Traditional companies continue to score a huge number of patents, reports Quartz. The publication deep dived into the patent filings to find which company has been awarded the most number of patents this year. According to its finding, IBM has been awarded 3,617 patents so far this year, whereas Samsung comes close with 3,032 patents during the same period. Behind these giants sit Google with 1,530 patents, Intel with 1,293, Qualcomm with 1,262, Microsoft with 1,232, and Apple with 1,060 patents. From the report: Although IBM's patent-producing power slowed somewhat in 2015, the number of patents it's received so far this year is up more than 13% compared to a year earlier. The company is in the middle of a painful reinvention, that sees the company shifting further away from hardware sales into cloud computing, analytics, and AI services. It's also plugging away on a myriad of fundamental scientific research projects -- many of which could revolutionize the world if they can come to fruition -- which is where many of its patent applications originate. IBM accounted for about 1% of all US patents awarded in 2015.

7 of 54 comments (clear)

  1. Wow by Anonymous Coward · · Score: 2, Insightful

    It's hard to believe a company can produce that many novel things that need protecting

  2. Who'd be an Inventor These Days? by lobiusmoop · · Score: 5, Insightful

    Every variation of every possibility has been legally locked up, The message I'm getting is "Don't try profiting from anything new of we'll sue you out of existence."

    --
    "I bless every day that I continue to live, for every day is pure profit."
    1. Re:Who'd be an Inventor These Days? by PolygamousRanchKid+ · · Score: 4, Insightful

      Every variation of every possibility has been legally locked up, The message I'm getting is "Don't try profiting from anything new of we'll sue you out of existence."
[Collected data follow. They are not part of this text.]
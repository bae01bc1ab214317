"""Daily means of the truth, the clear-water phase in them, and the printed season summary."""
from __future__ import annotations

import numpy as np
import pandas as pd

from .setting import Season
from .truth import K_N, K_P, diagnostics

GRAZING_DROP_WINDOW_D = 10       # [d] window in which a grazing collapse is looked for


def daily_truth(forcing: pd.DataFrame, states: np.ndarray, season: Season) -> pd.DataFrame:
    """One row per local day: the forcing and the means of the 24 hourly truth states of that day.

    Columns and units are those of ``truth/daily.csv`` (see README.md).
    """
    n = len(forcing)
    hourly = states[: 24 * n].reshape(n, 24, -1)
    mean = hourly.mean(axis=1)
    diag = diagnostics(states[: 24 * n])
    per_day = {k: v.reshape(n, 24).mean(axis=1) for k, v in diag.items()}
    return pd.DataFrame({
        "date": pd.DatetimeIndex(forcing["date"]).strftime("%Y-%m-%d"),
        "season": season.year,
        "water_temp_c": forcing["water_temp_c"].to_numpy(),
        "shortwave_wm2": forcing["shortwave_wm2"].to_numpy(),
        "wind_ms": forcing["wind_ms"].to_numpy(),
        "storm": forcing["storm"].to_numpy(),
        "stratified": forcing["stratified"].astype(int).to_numpy(),
        "anoxic_fraction": forcing["anoxic_fraction"].to_numpy(),
        "nitrate_ugL": mean[:, 0],
        "srp_ugL": mean[:, 1],
        "srp_deep_ugL": mean[:, 5],
        "total_phosphorus_ugL": per_day["total_phosphorus"],
        "phyto_carbon_ugL": mean[:, 2],
        "zooplankton_carbon_ugL": mean[:, 3],
        "detritus_carbon_ugL": mean[:, 4],
        "sediment_p_mg_m2": mean[:, 6],
        "chl_to_carbon": mean[:, 7],
        "chl_a_ugL": per_day["chl_a"],
    })


def grazing_collapse(daily: pd.DataFrame, window_d: int = GRAZING_DROP_WINDOW_D) -> tuple[float, int, int]:
    """The largest fall of daily chlorophyll-a within ``window_d`` days while nutrients do not limit.

    "Do not limit" means nitrate ≥ K_N and SRP ≥ K_P (each Monod term ≥ 1/2) on
    every day from the start to the end of the fall. Returns (fraction fallen
    [-], start row, end row); (0, 0, 0) if chlorophyll never falls so.
    """
    chl = daily["chl_a_ugL"].to_numpy()
    ample = ((daily["nitrate_ugL"] >= K_N) & (daily["srp_ugL"] >= K_P)).to_numpy()
    best = (0.0, 0, 0)
    for i in range(len(chl)):
        for j in range(i + 1, min(i + window_d + 1, len(chl))):
            if not ample[j]:
                break
            if ample[i] and 1.0 - chl[j] / chl[i] > best[0]:
                best = (float(1.0 - chl[j] / chl[i]), i, j)
    return best


def summary_text(daily: pd.DataFrame, storms: dict[int, list[tuple[str, float]]]) -> str:
    """The printed summary: per season the chlorophyll peak, the clear-water phase and the storms."""
    lines = ["Brackenfold Mere (truth, daily means, local dates)"]
    for year, part in daily.groupby("season", sort=True):
        part = part.reset_index(drop=True)
        k = int(part["chl_a_ugL"].idxmax())
        drop, i, j = grazing_collapse(part)
        lines.append(
            f"{year}: chl-a peak {part['chl_a_ugL'][k]:.1f} ug/L on {part['date'][k]}; "
            f"clear-water phase {part['chl_a_ugL'][i]:.1f} -> {part['chl_a_ugL'][j]:.1f} ug/L "
            f"({part['date'][i]} .. {part['date'][j]}, -{100 * drop:.0f} %); "
            f"TP {part['total_phosphorus_ugL'].min():.0f}..{part['total_phosphorus_ugL'].max():.0f} ug/L")
        lines.append("      storms: " + ", ".join(f"{d} ({m:.2f})" for d, m in storms[year]))
    return "\n".join(lines)
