N is dissolved inorganic nitrogen as N, P soluble reactive phosphorus as P,
DN and DP detrital (organic, non-living) nitrogen and phosphorus, A_b,g
chlorophyll-a of group g in basin b. An ensemble is ``(M, n_state)``, one
member per row; :class:`StateLayout` gives every index.
"""
from __future__ import annotations

from dataclasses import dataclass, field

import numpy as np

from assimilation import parameters as _p

#: Nutrient pools of each basin, in state order before the chlorophyll of the
#: groups: DIN, SRP, detrital N, detrital P.
NUTRIENT_POOLS = ("nitrogen", "phosphorus", "detrital_nitrogen", "detrital_phosphorus")
#: Number of nutrient pools per basin (the chlorophyll of group g is at NUTRIENT_SLOTS + g).
NUTRIENT_SLOTS = len(NUTRIENT_POOLS)


@dataclass(frozen=True)
class Basin:
    """A well-mixed basin (box) of constant volume.

    volume_m3 [m³], mean_depth_m [m] (also the mixed depth for light and the
    settling/sediment exchange depth), area_m2 [m²] surface area.
    sediment_phosphorus_release_20_mg_m2_d [mg P/m²/d] at 20 °C: this
    basin's internal loading (the prior of its estimate when the filter
    estimates parameters); None takes the water body's value
    (:attr:`ModelSpec.sediment_phosphorus_release_20_mg_m2_d`).
    """

    name: str
    volume_m3: float
    mean_depth_m: float
    area_m2: float
    sediment_phosphorus_release_20_mg_m2_d: float | None = None

    def __post_init__(self):
        for key in ("volume_m3", "mean_depth_m", "area_m2"):
            value = getattr(self, key)
            if not (np.isfinite(value) and value > 0):
                raise ValueError(f"Basin {self.name!r}: {key} must be a positive number, got {value!r}")
        release = self.sediment_phosphorus_release_20_mg_m2_d
        if release is not None and not (np.isfinite(release) and release >= 0):
            raise ValueError(f"Basin {self.name!r}: sediment_phosphorus_release_20_mg_m2_d must be a non-negative "
                             f"number or None, got {release!r}")
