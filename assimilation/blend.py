"""A calibrated blend of the process-model ensemble and statistical forecasts.

For each lead day the blend's predictive distribution is built in three steps:

1. **Linear pool** (a weighted mixture of the components' distributions, as
   in Bayesian model averaging; Raftery, Gneiting, Balabdaoui & Polakowski
   2005, Mon. Wea. Rev. 133:1155): the blend's distribution function is the
   weighted sum of the components' empirical distribution functions, with
   weights from each component's verified record (the caller's choice;
   :func:`inverse_crps_weights` gives the default), read at the members'
   plotting positions. A mixture keeps each component's tails, so an event
   one component foresees keeps its share of probability.
2. **Calibration** in log space, after the moment form of non-homogeneous
   Gaussian regression (EMOS; Gneiting, Raftery, Westveld & Goldman 2005,
   Mon. Wea. Rev. 133:1098): the blend's mean log error on its record is
   removed and its spread about the mean is scaled so that its spread matches
   its root-mean-square error on the record (a spread-to-error ratio of one).
3. **Ensemble copula coupling** (ECC; Schefzik, Thorarinsdottir & Gneiting
   2013, Stat. Sci. 28:616): the calibrated members of each lead are put in
   the rank order of the process-model members at that lead, so that each
   blended member is a trajectory over the horizon and the probability of
   reaching a level on any day is the fraction of members that do.

Inputs are arrays of member daily means [µg/L], one member per column, row k
the forecast day k (row 0 the analysis). Everything is deterministic.
"""

from __future__ import annotations

from dataclasses import dataclass

import numpy as np

from assimilation.scores import LOG_FLOOR_UGL

#: Bounds of the spread factor [-] (a record of a few weeks cannot justify more).
SPREAD_FACTOR_BOUNDS = (0.5, 4.0)


@dataclass(frozen=True)
class LeadSettings:
    """The blend of one lead day: component weights (sum to 1), the mean log error to remove
    [log units] and the factor on the spread in log space [-]."""

    weights: dict[str, float]
    bias_ln: float = 0.0
    spread_factor: float = 1.0


def plotting_positions(m: int) -> np.ndarray:
    """(j − 0.5)/m, j = 1..m (Hazen 1914)."""
    return (np.arange(1, m + 1) - 0.5) / m


def linear_pool(log_members: dict[str, np.ndarray], weights: dict[str, float], m: int) -> np.ndarray:
    """The weighted mixture of the components' members (log) read at the ``m`` plotting positions (m,).

    Each member of component c carries weight w_c / M_c; the mixture's quantile
    at p is read from the weighted empirical distribution function (members at
    their Hazen positions within their component, so one component of m
    members gives back exactly its order statistics).
    """
    total = sum(weights.get(c, 0.0) for c in log_members)
    if total <= 0:
        raise ValueError("the blend needs a positive weight on at least one component it is given")
    values, cdf_weights = [], []
    for name, z in log_members.items():
        w = weights.get(name, 0.0) / total
        if w > 0:
            z = np.sort(np.asarray(z, dtype=float))
            values.append(z)
            cdf_weights.append(np.full(z.size, w / z.size))
    v = np.concatenate(values)
    w = np.concatenate(cdf_weights)
    order = np.argsort(v, kind="stable")
    v, w = v[order], w[order]
    positions = np.cumsum(w) - 0.5 * w          # Hazen positions of the weighted members
    return np.interp(plotting_positions(m), positions, v)


def calibrate(z: np.ndarray, bias_ln: float, spread_factor: float) -> np.ndarray:
    """Members ``z`` (log) shifted by −``bias_ln`` and spread about their mean by ``spread_factor``."""
    lo, hi = SPREAD_FACTOR_BOUNDS
    s = float(np.clip(spread_factor, lo, hi))
    mean = z.mean()
    return mean - bias_ln + s * (z - mean)


def ecc_order(values: np.ndarray, template: np.ndarray) -> np.ndarray:
    """``values`` rearranged to the rank order of ``template`` (both (m,)): the smallest value goes
    where the template is smallest (ties in the template keep their order)."""
    out = np.empty_like(values)
    out[np.argsort(template, kind="stable")] = np.sort(values)
    return out


def blend(components: dict[str, np.ndarray], process: str, settings: list[LeadSettings],
          floor_ugL: float = LOG_FLOOR_UGL) -> tuple[np.ndarray, np.ndarray]:
    """The blended members and the uncalibrated pool, both (K + 1, M) [µg/L].

    ``components`` maps a forecaster to its member daily means (K + 1, M_c);
    ``process`` names the process-model ensemble, whose members give the
    blend its member count, its day 0 (the analysis) and its rank order
    (ECC). ``settings[k − 1]`` is the blend of lead k. A component whose
    row k holds a non-finite value takes no part in lead k.
    """
    base = np.asarray(components[process], dtype=float)
    K1, M = base.shape
    if len(settings) < K1 - 1:
        raise ValueError(f"settings for {K1 - 1} leads needed, got {len(settings)}")
    raw = np.empty((K1, M))
    out = np.empty((K1, M))
    raw[0] = out[0] = base[0]
    for k in range(1, K1):
        logs = {name: np.log(np.maximum(np.asarray(a, dtype=float)[k], floor_ugL)) for name, a in components.items()
                if np.all(np.isfinite(np.asarray(a, dtype=float)[k]))}
        s = settings[k - 1]
        if process not in logs:
            raise ValueError(f"the process ensemble {process!r} has no finite members at lead {k}")
        weights = {c: w for c, w in s.weights.items() if c in logs} or {process: 1.0}
        z = linear_pool(logs, weights, M)
        raw[k] = np.exp(ecc_order(z, logs[process]))
        out[k] = np.exp(ecc_order(calibrate(z, s.bias_ln, s.spread_factor), logs[process]))
    return out, raw


def inverse_crps_weights(mean_crps: dict[str, float], counts: dict[str, int], prior: dict[str, float],
                         prior_weight: float) -> dict[str, float]:
    """Weights ∝ 1/CRPS² from each component's record, shrunk towards ``prior`` [-].

    With n verified days in common the record's weights count n/(n + prior_weight);
    components without a record keep their prior share. Weights sum to one.
    """
    names = sorted(set(prior) | set(mean_crps))
    record = {c: 1.0 / mean_crps[c] ** 2 for c in names if mean_crps.get(c, 0) > 0 and np.isfinite(mean_crps[c])}
    n = min((counts.get(c, 0) for c in record), default=0)
    total = sum(record.values())
    w_rec = {c: record.get(c, 0.0) / total for c in names} if total > 0 else dict.fromkeys(names, 0.0)
    p_total = sum(prior.get(c, 0.0) for c in names)
    w_prior = {c: prior.get(c, 0.0) / p_total for c in names} if p_total > 0 else dict.fromkeys(names, 0.0)
    a = n / (n + prior_weight) if total > 0 else 0.0
    w = {c: a * w_rec[c] + (1 - a) * w_prior[c] for c in names}
    s = sum(w.values())
    return {c: v / s for c, v in w.items() if v > 0}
      Well, if you happen to work for IBM, I'm guessing it is worth your time to file a patent. They probably have some kind of compensation system where you get some dollars for a patent filed and granted. And it is probably a requirement for getting promoted to higher levels. And anyway, they probably have some of the meanest bad-assed M* F* patent attorneys from Hell working for them, who know how to push a patent through.
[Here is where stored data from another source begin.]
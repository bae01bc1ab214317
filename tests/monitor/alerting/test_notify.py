"""Sending the outbox with retries through both transports: the mailbox folder and a real local
SMTP server (aiosmtpd)."""

from __future__ import annotations

import datetime as dt
import email
import email.policy
import socket
import threading

import pytest
from aiosmtpd.controller import Controller
from sqlalchemy import insert, select

from monitor.alerting.caution import CAUTION
from monitor.alerting.notify import ATTEMPT_HEADER, IDEMPOTENCY_HEADER, LEASE, build_message, retry_delay, send_due
from monitor.alerting.outbox import attempts_of, enqueue, outbox_counts, requeue, requeue_dead
from monitor.alerting.transports import MailboxTransport, SmtpTransport, transport_from_config
from monitor.config import SmtpConfig, parse_config
from monitor.store.db import open_store
from monitor.store.schema import outbox, water_bodies

UTC = dt.UTC
T0 = dt.datetime(2026, 8, 1, 7, 0, tzinfo=UTC)


def free_port() -> int:
    with socket.socket() as s:
        s.bind(("127.0.0.1", 0))
        return s.getsockname()[1]


class Recorder:
    """aiosmtpd handler that keeps every message and answers 451 to the first ``fail_first`` ones."""

    def __init__(self, fail_first: int = 0):
        self.fail_first = fail_first
        self.seen = 0
        self.messages: list[email.message.EmailMessage] = []
        self.lock = threading.Lock()

    async def handle_DATA(self, server, session, envelope):
        with self.lock:
            self.seen += 1
            if self.seen <= self.fail_first:
                return "451 4.3.0 Try again later"  # RFC 5321 §4.2.3: transient failure
            self.messages.append(email.message_from_bytes(envelope.content, policy=email.policy.default))
        return "250 OK"


@pytest.fixture
def smtp_server():
    servers = []

    def start(fail_first=0):
        handler = Recorder(fail_first)
        controller = Controller(handler, hostname="127.0.0.1", port=free_port())
        controller.start()
        servers.append(controller)
        return handler, SmtpConfig(host="127.0.0.1", port=controller.port, sender="alerts@bloomline.test",
                                   timeout_s=5.0)

    yield start
    for c in servers:
        c.stop()


def make_config(tmp_path, mailbox=True):
    service = {"database": f"sqlite:///{tmp_path / 'notify.sqlite'}", "base_url": "http://bloomline.test"}
    if mailbox:
        service["mailbox_dir"] = str(tmp_path / "mailbox")
    return parse_config({
        "service": service,
        "smtp": {"host": "127.0.0.1", "port": 2525, "sender": "alerts@bloomline.test"},
        "water_bodies": [{"id": "hollin", "name": "Hollin Mere", "use": "drinking-water",
                          "basins": [{"id": "arm", "name": "Reed Arm", "volume_m3": 1e6, "mean_depth_m": 4.0,
                                      "area_m2": 2.5e5}]}],
    })


@pytest.fixture
def engine(tmp_path):
    cfg = make_config(tmp_path)
    engine = open_store(cfg.service.database_url)
    with engine.begin() as conn:
        conn.execute(insert(water_bodies).values(id="hollin", name="Hollin Mere", use="drinking-water",
                                                 timezone="UTC", framework="who-1999-drinking-water"))
    yield engine
    engine.dispose()


def queue(engine, n=1, now=T0):
    with engine.begin() as conn:
        return [enqueue(conn, recipient=f"r{i}@hollin.example", subject=f"subject {i}", body=f"body {i}\n",
                        now=now) for i in range(n)]


def rows(engine):
    with engine.connect() as conn:
        return conn.execute(select(outbox).order_by(outbox.c.id)).all()


class Failing:
    sender = "alerts@bloomline.test"

    def __init__(self):
        self.calls = 0

    def send(self, message):
        self.calls += 1
        raise ConnectionRefusedError(111, "Connection refused")


# ---------------------------------------------------------------- messages


def test_message_id_is_stable_for_an_outbox_row(engine):
    queue(engine)
    row = rows(engine)[0]
    a = build_message(row, "alerts@bloomline.test", T0)
    b = build_message(row, "alerts@bloomline.test", T0 + dt.timedelta(hours=3))
    assert a["Message-ID"] == b["Message-ID"]
    assert a["Auto-Submitted"] == "auto-generated"  # RFC 3834 §5


# ---------------------------------------------------------------- mailbox transport


def test_mailbox_transport_writes_one_eml_per_message(engine, tmp_path):
    queue(engine, 3)
    transport = transport_from_config(make_config(tmp_path))
    assert isinstance(transport, MailboxTransport)
    assert send_due(engine, transport, T0).sent == 3
    files = sorted((tmp_path / "mailbox").glob("*.eml"))
    assert len(files) == 3
    parsed = [email.message_from_bytes(f.read_bytes(), policy=email.policy.default) for f in files]
    assert sorted(m["To"] for m in parsed) == ["r0@hollin.example", "r1@hollin.example", "r2@hollin.example"]
    assert {r.status for r in rows(engine)} == {"sent"}
    assert send_due(engine, transport, T0 + dt.timedelta(hours=1)).sent == 0  # nothing sent twice


def test_without_mailbox_the_transport_is_smtp(tmp_path):
    assert isinstance(transport_from_config(make_config(tmp_path, mailbox=False)), SmtpTransport)


# ---------------------------------------------------------------- retries


def test_retry_delay_doubles_from_one_minute_up_to_the_cap():
    assert [retry_delay(n).total_seconds() for n in (1, 2, 3, 4)] == [60, 120, 240, 480]
    assert retry_delay(30).total_seconds() == 6 * 3600


def test_failures_back_off_exponentially_and_end_dead_but_kept(engine):
    queue(engine)
    transport, now, tries = Failing(), T0, []
    for _ in range(50):
        summary = send_due(engine, transport, now, max_attempts=5)
        if summary.failed or summary.dead:
            tries.append(now)
        row = rows(engine)[0]
        if row.status == "dead":
            break
        now = row.next_attempt_at
    gaps = [(b - a).total_seconds() for a, b in zip(tries, tries[1:])]
    assert gaps == [60, 120, 240, 480]
    row = rows(engine)[0]
    assert (row.status, row.attempts, transport.calls) == ("dead", 5, 5)
    assert "ConnectionRefusedError" in row.last_error
    assert outbox_counts(engine) == {"dead": 1}
    assert requeue_dead(engine, now) == 1 and rows(engine)[0].status == "pending"


def test_a_message_not_yet_due_is_not_tried(engine):
    queue(engine)
    transport = Failing()
    send_due(engine, transport, T0)
    send_due(engine, transport, T0 + dt.timedelta(seconds=59))
    assert transport.calls == 1


# ---------------------------------------------------------------- a real SMTP server


def test_smtp_transport_delivers_to_a_local_server(engine, smtp_server):
    handler, smtp = smtp_server()
    queue(engine, 2)
    assert send_due(engine, SmtpTransport(smtp), T0).sent == 2
    assert sorted(m["To"] for m in handler.messages) == ["r0@hollin.example", "r1@hollin.example"]
    assert handler.messages[0]["From"] == "alerts@bloomline.test"
    assert handler.messages[0].get_content().startswith("body ")


def test_smtp_transient_refusal_is_retried_and_then_delivered_once(engine, smtp_server):
    handler, smtp = smtp_server(fail_first=2)
    queue(engine)
    transport, now = SmtpTransport(smtp), T0
    results = []
    for _ in range(3):
        results.append(send_due(engine, transport, now))
        now = rows(engine)[0].next_attempt_at
    assert [(s.sent, s.failed) for s in results] == [(0, 1), (0, 1), (1, 0)]
    assert len(handler.messages) == 1
    row = rows(engine)[0]
    assert (row.status, row.attempts, row.last_error) == ("sent", 3, None)


def test_smtp_server_down_then_up_loses_nothing(engine, smtp_server):
    port = free_port()  # nobody listens here yet
    queue(engine, 2)
    down = SmtpTransport(SmtpConfig(host="127.0.0.1", port=port, sender="alerts@bloomline.test", timeout_s=2.0))
    summary = send_due(engine, down, T0)
    # the first message finds the server down; the second is not tried against it this round
    assert (summary.failed, summary.deferred) == (1, 1)
    handler, smtp = smtp_server()
    assert send_due(engine, SmtpTransport(smtp), T0 + dt.timedelta(minutes=1)).sent == 2
    assert len(handler.messages) == 2 and outbox_counts(engine) == {"sent": 2}


def test_a_second_sender_running_at_the_same_time_skips_a_claimed_message(engine, tmp_path):
    queue(engine)
    inner = []

    class Reentrant:
        sender = "alerts@bloomline.test"

        def send(self, message):
            # while this message is being handed over, another sender loop runs
            inner.append(send_due(engine, MailboxTransport(tmp_path / "other"), T0))

    assert send_due(engine, Reentrant(), T0).sent == 1
    assert inner[0].sent == 0 and not (tmp_path / "other").exists()


def test_a_crash_while_sending_leaves_the_message_pending_for_after_the_lease(engine):
    queue(engine)

    class ProcessDied(BaseException):
        """Stands for the process being killed mid-send (not an ordinary transport error)."""

    class Crash:
        sender = "alerts@bloomline.test"

        def send(self, message):
            raise ProcessDied("killed while sending")

    with pytest.raises(ProcessDied, match="killed while sending"):
        send_due(engine, Crash(), T0)
    row = rows(engine)[0]
    assert (row.status, row.attempts, row.next_attempt_at) == ("pending", 1, T0 + LEASE)
    assert [(a["attempt"], a["outcome"]) for a in attempts_of(engine, row.id)] == [(1, "sending")]


def test_a_repeat_after_a_crash_carries_the_same_key_and_a_higher_attempt_number(engine, tmp_path):
    queue(engine)

    class ProcessDied(BaseException):
        """Stands for the process being killed after the server accepted the message."""

    class AcceptedThenKilled:
        sender = "alerts@bloomline.test"

        def __init__(self):
            self.seen = []

        def send(self, message):
            self.seen.append(message)
            raise ProcessDied("killed before the sent mark was committed")

    first = AcceptedThenKilled()
    with pytest.raises(ProcessDied, match="killed before"):
        send_due(engine, first, T0)
    mailbox = MailboxTransport(tmp_path / "mb", sender="alerts@bloomline.test")
    assert send_due(engine, mailbox, T0 + LEASE - dt.timedelta(seconds=1)).sent == 0
    assert send_due(engine, mailbox, T0 + LEASE).sent == 1
    (again,) = [email.message_from_bytes(f.read_bytes(), policy=email.policy.default)
                for f in (tmp_path / "mb").glob("*.eml")]
    (before,) = first.seen
    assert again["Message-ID"] == before["Message-ID"]
    assert again[IDEMPOTENCY_HEADER] == before[IDEMPOTENCY_HEADER] == rows(engine)[0].message_key
    assert (before[ATTEMPT_HEADER], again[ATTEMPT_HEADER]) == ("1", "2")
    assert [(a["attempt"], a["outcome"]) for a in attempts_of(engine, rows(engine)[0].id)] == [
        (1, "sending"), (2, "accepted")]


def test_every_attempt_is_recorded_with_its_outcome(engine):
    queue(engine)
    transport, now = Failing(), T0
    for _ in range(3):
        send_due(engine, transport, now, owner="host:1")
        now = rows(engine)[0].next_attempt_at
    recorded = attempts_of(engine, rows(engine)[0].id)
    assert [(a["attempt"], a["outcome"], a["owner"]) for a in recorded] == [(n, "failed", "host:1") for n in (1, 2, 3)]
    assert all("ConnectionRefusedError" in a["detail"] and a["ended_utc"] is not None for a in recorded)


def test_requeued_message_keeps_its_key_and_numbers_attempts_on(engine):
    queue(engine)
    transport, now = Failing(), T0
    for _ in range(2):
        send_due(engine, transport, now, max_attempts=2)
        now = rows(engine)[0].next_attempt_at
    assert rows(engine)[0].status == "dead"
    key = rows(engine)[0].message_key
    assert requeue(engine, now, ids=[rows(engine)[0].id]) == 1
    send_due(engine, transport, now, max_attempts=2)
    assert rows(engine)[0].message_key == key
    assert [a["attempt"] for a in attempts_of(engine, rows(engine)[0].id)] == [1, 2, 3]


def test_alert_change_reaches_the_subscriber_through_smtp(engine, tmp_path, smtp_server):
    from monitor.alerting.rules import evaluate_run
    from monitor.alerting.subscriptions import sync_from_config
    from monitor.store.schema import forecast_runs, forecast_values

    cfg = parse_config({
        "service": {"database": f"sqlite:///{tmp_path / 'notify.sqlite'}", "base_url": "http://bloomline.test"},
        "water_bodies": [{"id": "hollin", "name": "Hollin Mere", "use": "drinking-water",
                          "alerts": {"horizon_days": 2},
                          "basins": [{"id": "arm", "name": "Reed Arm", "volume_m3": 1e6, "mean_depth_m": 4.0,
                                      "area_m2": 2.5e5}]}],
        "subscribers": [{"name": "Gil", "email": "gil@hollin.example", "water_bodies": ["hollin"]}],
    })
    sync_from_config(engine, cfg, T0)
    with engine.begin() as conn:
        run = conn.execute(insert(forecast_runs).values(water_body_id="hollin", analysis_utc=T0, created_at=T0,
                                                        status="ok", message="")).inserted_primary_key[0]
        conn.execute(insert(forecast_values), [
            dict(run_id=run, basin_id="arm", valid_utc=T0 + dt.timedelta(days=k), quantity="cyanobacteria_chlorophyll",
                 statistic="p_level_1", value=p) for k, p in enumerate([0.3, 0.6, 0.9])])
    (event,) = evaluate_run(engine, cfg, "hollin", run, {"arm": 0.4}, now=T0)
    handler, smtp = smtp_server()
    assert send_due(engine, SmtpTransport(smtp), T0).sent == 1
    (msg,) = handler.messages
    assert msg["To"] == "gil@hollin.example"
    assert msg["Subject"] == "Bloomline alert: Reed Arm, Hollin Mere raised to Alert Level 1 (1 µg/L)"
    assert not msg.is_multipart() or msg.get_content_type() == "multipart/alternative"
    body = msg.get_body(preferencelist=("plain",)).get_content()
    assert "90 %" in body and CAUTION in body and "/unsubscribe/" in body
    html = msg.get_body(preferencelist=("html",)).get_content()
    assert "90 %" in html and "/unsubscribe/" in html
    # RFC 2369 §3.2: the URL in angle brackets; RFC 8058 §3.1: the one-click POST body
    (sub_row,) = [r for r in rows(engine)]
    token = sub_row.headers["List-Unsubscribe"]
    assert msg["List-Unsubscribe"] == token and token.startswith("<http://bloomline.test/unsubscribe/")
    assert msg["List-Unsubscribe-Post"] == "List-Unsubscribe=One-Click"
    assert msg["Message-ID"] == f"<{sub_row.message_key}@bloomline.test>"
      Now if you are some guy working alone in your garage . . . there is no way that you can compete with these professional gunfighters. You could cure cancer, and the Big Boys would find a way to block the patent.

      --
      Schroedinger's Brexit: The UK is both in and out of the EU at the same time!
    2. Re:Who'd be an Inventor These Days? by Dutch+Gun · · Score: 3, Interesting

      The flood of patents also helps to cover of one of those "golden BB" types, you know, like one that manage to lock up something like hyperlinks or "playing a game via a remote server" (like a company I was previously working for got hit with) without a patent office clerk throwing it out as deserved for obviousness and prior art. What's tragic is that the companies that are actually innovating (like aforementioned company) are too busy actually *writing code* to bother with bullshit like patents.

      These goddamned things are just like landmines. It's almost a certainty any piece of sufficiently complex code is going to infringe on a number of patents. I suppose the only good news is that with all the ridiculously (patently) obvious stuff that's getting patented right now, about 20 years from now, it's going to be damned hard to find any software concept that hasn't already been patented and expired. Or at least, that's what I'm telling myself to keep from getting too depressed about the situation.

      Damn... software patents really need to go. It's ridiculous. I keep wondering when the system is going to start imploding under its own weight.

      --
      Irony: Agile development has too much intertia to be abandoned now.
  3. So which one do you think it is? by Opportunist · · Score: 2

    Either: 24 new inventions that required enough time and effort to warrant granting the one investing so heavily into their development protection from copycats per day, the singularity is practically on the horizon!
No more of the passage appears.